The real tragedy—and a central reason behind this strange, continued state of denial—is that many Western liberals have the resources to bypass the consequences of their flawed policy prescriptions. Bob Geldof wants to send money to Africa “even if it doesn’t work” because he doesn’t have to live with the results. President Obama can largely support the failing public school status quo because his daughters are safe and secure in one of Washington’s finest private schools. And America’s politicians can continue to pour billions into Africa, even if it ultimately hurts billions of Africans, because it’s much easier than making the tough choices and facing down the various constituencies who have a vested interest in the status quo.

This is a serious moral issue, and that’s why Dead Aid is an important book. While Moyo's work may be full of what some would call “tough love”—and while some of its tougher prescriptions should be modified based on a clear assessment of countries’ needs, particularly when it comes to health care, AIDS, and vaccines—in the end, it’s optimistic.
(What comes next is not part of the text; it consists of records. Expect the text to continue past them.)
def build_parser() -> argparse.ArgumentParser:
    parser = argparse.ArgumentParser(
        prog="sweep",
        description="Resumable parameter sweeps of first-passage problems of Brownian walkers.",
    )
    parser.add_argument(
        "--traceback", action="store_true", help="show full tracebacks of errors"
    )
    parser.add_argument("--version", action="version", version=f"sweep {_version()}")
    sub = parser.add_subparsers(dest="command", required=True, metavar="COMMAND")

    run = sub.add_parser("run", help="run or resume a sweep into a zarr store")
    run.add_argument("definition", help="sweep definition file (TOML)")
    run.add_argument(
        "--store",
        help="zarr store directory (default: <definition file name>.zarr in the "
        "current directory; its absolute path is printed at start and end)",
    )
    where = run.add_mutually_exclusive_group()
    where.add_argument(
        "--threads", type=int, help="local threads (default: one per core)"
    )
    where.add_argument(
        "--processes", type=int, help="worker processes of a local Dask cluster"
    )
    where.add_argument("--scheduler", help="address of an existing Dask scheduler")
    where.add_argument(
        "--scheduler-file", help="scheduler file of an existing Dask cluster"
    )
    run.add_argument("--quiet", action="store_true", help="no progress line")

    status = sub.add_parser("status", help="progress of a store, per point")
    status.add_argument("store", help=STORE_HELP)

    verify = sub.add_parser(
        "verify",
        help="compare every finished task's data with the checksums in its marker",
    )
    verify.add_argument("store", help=STORE_HELP)

    summary = sub.add_parser(
        "summary",
        help="headline numbers per point: censoring, mean first-passage time, "
        "splitting, with 95 %% intervals",
    )
    summary.add_argument("store", help=STORE_HELP)

    check = sub.add_parser("check", help="compare a store with analytic results")
    check.add_argument("store", help=STORE_HELP)
    check.add_argument("--json", action="store_true", help="machine-readable output")

    plan = sub.add_parser(
        "plan", help="show the points, tasks and work of a definition"
    )
    plan.add_argument("definition", help="sweep definition file (TOML)")
    plan.add_argument(
        "--cores",
        type=int,
        help="cores for the run-time estimate (default: this machine)",
    )

    compare = sub.add_parser(
        "compare",
        help="which statistics of two stores of one study (dt and dt/2, N and 4N "
        "walkers) differ beyond their intervals; exit 1 when any does",
    )
    compare.add_argument("store_a", help="store made first (e.g. at dt)")
    compare.add_argument("store_b", help="store made after (e.g. at dt/2)")
    compare.add_argument(
        "--all", action="store_true", help="show every compared statistic"
    )
    compare.add_argument("--json", action="store_true", help="machine-readable output")
    compare.add_argument(
        "--alpha",
        type=float,
        default=0.05,  # sweep.compare.ALPHA (not imported: keeps startup fast)
        help="family-wise false-alarm rate (default 0.05)",
    )

    export = sub.add_parser("export", help="copy a store to an HDF5 file")
    export.add_argument("store", help=STORE_HELP)
    export.add_argument(
        "out", help="HDF5 file to write (an existing file is kept unless --replace)"
    )
    export.add_argument(
        "--replace",
        action="store_true",
        help="replace OUT if it exists (it is replaced only once the export is "
        "complete)",
    )
    export.add_argument(
        "--points", help="point indices to export, e.g. 0,3,5-9 (default: all)"
    )
    export.add_argument(
        "--variables", help="comma-separated variable names (default: all)"
    )

    report = sub.add_parser("report", help="figures and an HTML page for a store")
    report.add_argument("store", help=STORE_HELP)
    report.add_argument("--out", required=True, help="directory for the report")

    bench = sub.add_parser(
        "bench", help="kernel throughput as ratios to this machine's limits"
    )
    bench.add_argument(
        "--repeats", type=int, default=5, help="repetitions per case (fastest kept)"
    )
    bench.add_argument(
        "--walkers",
        type=int,
        default=20_000,  # sweep.bench.DEFAULT_WALKERS (not imported: keeps startup fast)
        help="walkers per kernel call",
    )
    bench.add_argument(
        "--remeasure",
        type=int,
        default=4,  # sweep.bench.REMEASURE
        help="rounds of further runs, at the end, for results below their target "
        "(0: none)",
    )
    bench.add_argument(
        "--spheres",
        action="store_true",
        help="only the rows of time.scheme = spheres: walkers per CPU-second of "
        "spheres over steps (reflecting cube with a small target; about a minute)",
    )
    bench.add_argument(
        "--no-spheres",
        action="store_true",
        help="leave out the spheres-over-steps rows (they are printed last)",
    )
    bench.add_argument(
        "--no-compile-times",
        action="store_true",
        help="skip timing each kernel variant's first call in a fresh process with an "
        "empty cache (about a minute of compiling)",
    )
    return parser


def main(argv: Sequence[str] | None = None) -> int:
    """Entry point of the ``sweep`` console script."""
    args = build_parser().parse_args(argv)
    logging.basicConfig(
        level=logging.WARNING, format="sweep: %(message)s", stream=sys.stderr
    )
    warnings.showwarning = _show_warning
    try:
        code = _dispatch(args)
        sys.stdout.flush()  # a closed pipe shows here, not at the interpreter's exit
        return code
    except SweepError as err:
        if args.traceback:
            raise
        print(f"sweep: error: {err}", file=sys.stderr)
        return err.exit_code
    except KeyboardInterrupt:
        print("\nsweep: interrupted.", file=sys.stderr)
        return 130
    except BrokenPipeError:
        # The reader left early (`sweep summary STORE | head`): the rest of the output
        # is unwanted. stdout goes to /dev/null so the interpreter's last flush does
        # not fail again; 141 is the shell's code for a writer stopped by SIGPIPE.
        os.dup2(os.open(os.devnull, os.O_WRONLY), sys.stdout.fileno())
        return 141


_python_show_warning = warnings.showwarning


def _show_warning(message: Warning | str, category: type[Warning], *rest: Any) -> None:
    """The tool's own warnings as one line ``sweep: warning: ...``, others as Python's."""
    if issubclass(category, SweepWarning):
        print(f"sweep: warning: {message}", file=sys.stderr)
    else:
        _python_show_warning(message, category, *rest)


def _dispatch(args: argparse.Namespace) -> int:
    if args.command == "run":
        return _run(args)
    if args.command == "status":
        return _status(args)
    if args.command == "summary":
        return _summary(args)
    if args.command == "verify":
        return _verify(args)
    if args.command == "check":
        return _check(args)
    if args.command == "plan":
        return _plan(args)
    if args.command == "bench":
        return _bench(args)
    if args.command == "export":
        return _export(args)
    if args.command == "compare":
        return _compare(args)
    if args.command == "report":
        from sweep.report import write_report

        page = write_report(args.store, args.out)
        print(f"wrote {page}")
        return 0
    raise AssertionError(args.command)  # argparse rejects unknown commands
As Moyo puts it, “If other countries around the developing world have done it sans aid (generated consistent growth, raised incomes and rescued billions from the brink of poverty) why not Africa? Remember that just thirty years ago Malawi, Burundi and Burkina Faso were economically ahead of China on a per capita income basis. A dramatic turnaround is always possible.”

It's certainly possible. But when it comes to politics, sometimes solutions require more than just stating the facts. They require sustained political will. Dead Aid, at the very least, provides a first step towards changing how America, and the world, thinks about how to help Africa. Hopefully it will be loud enough to compete with those awesome electric guitars.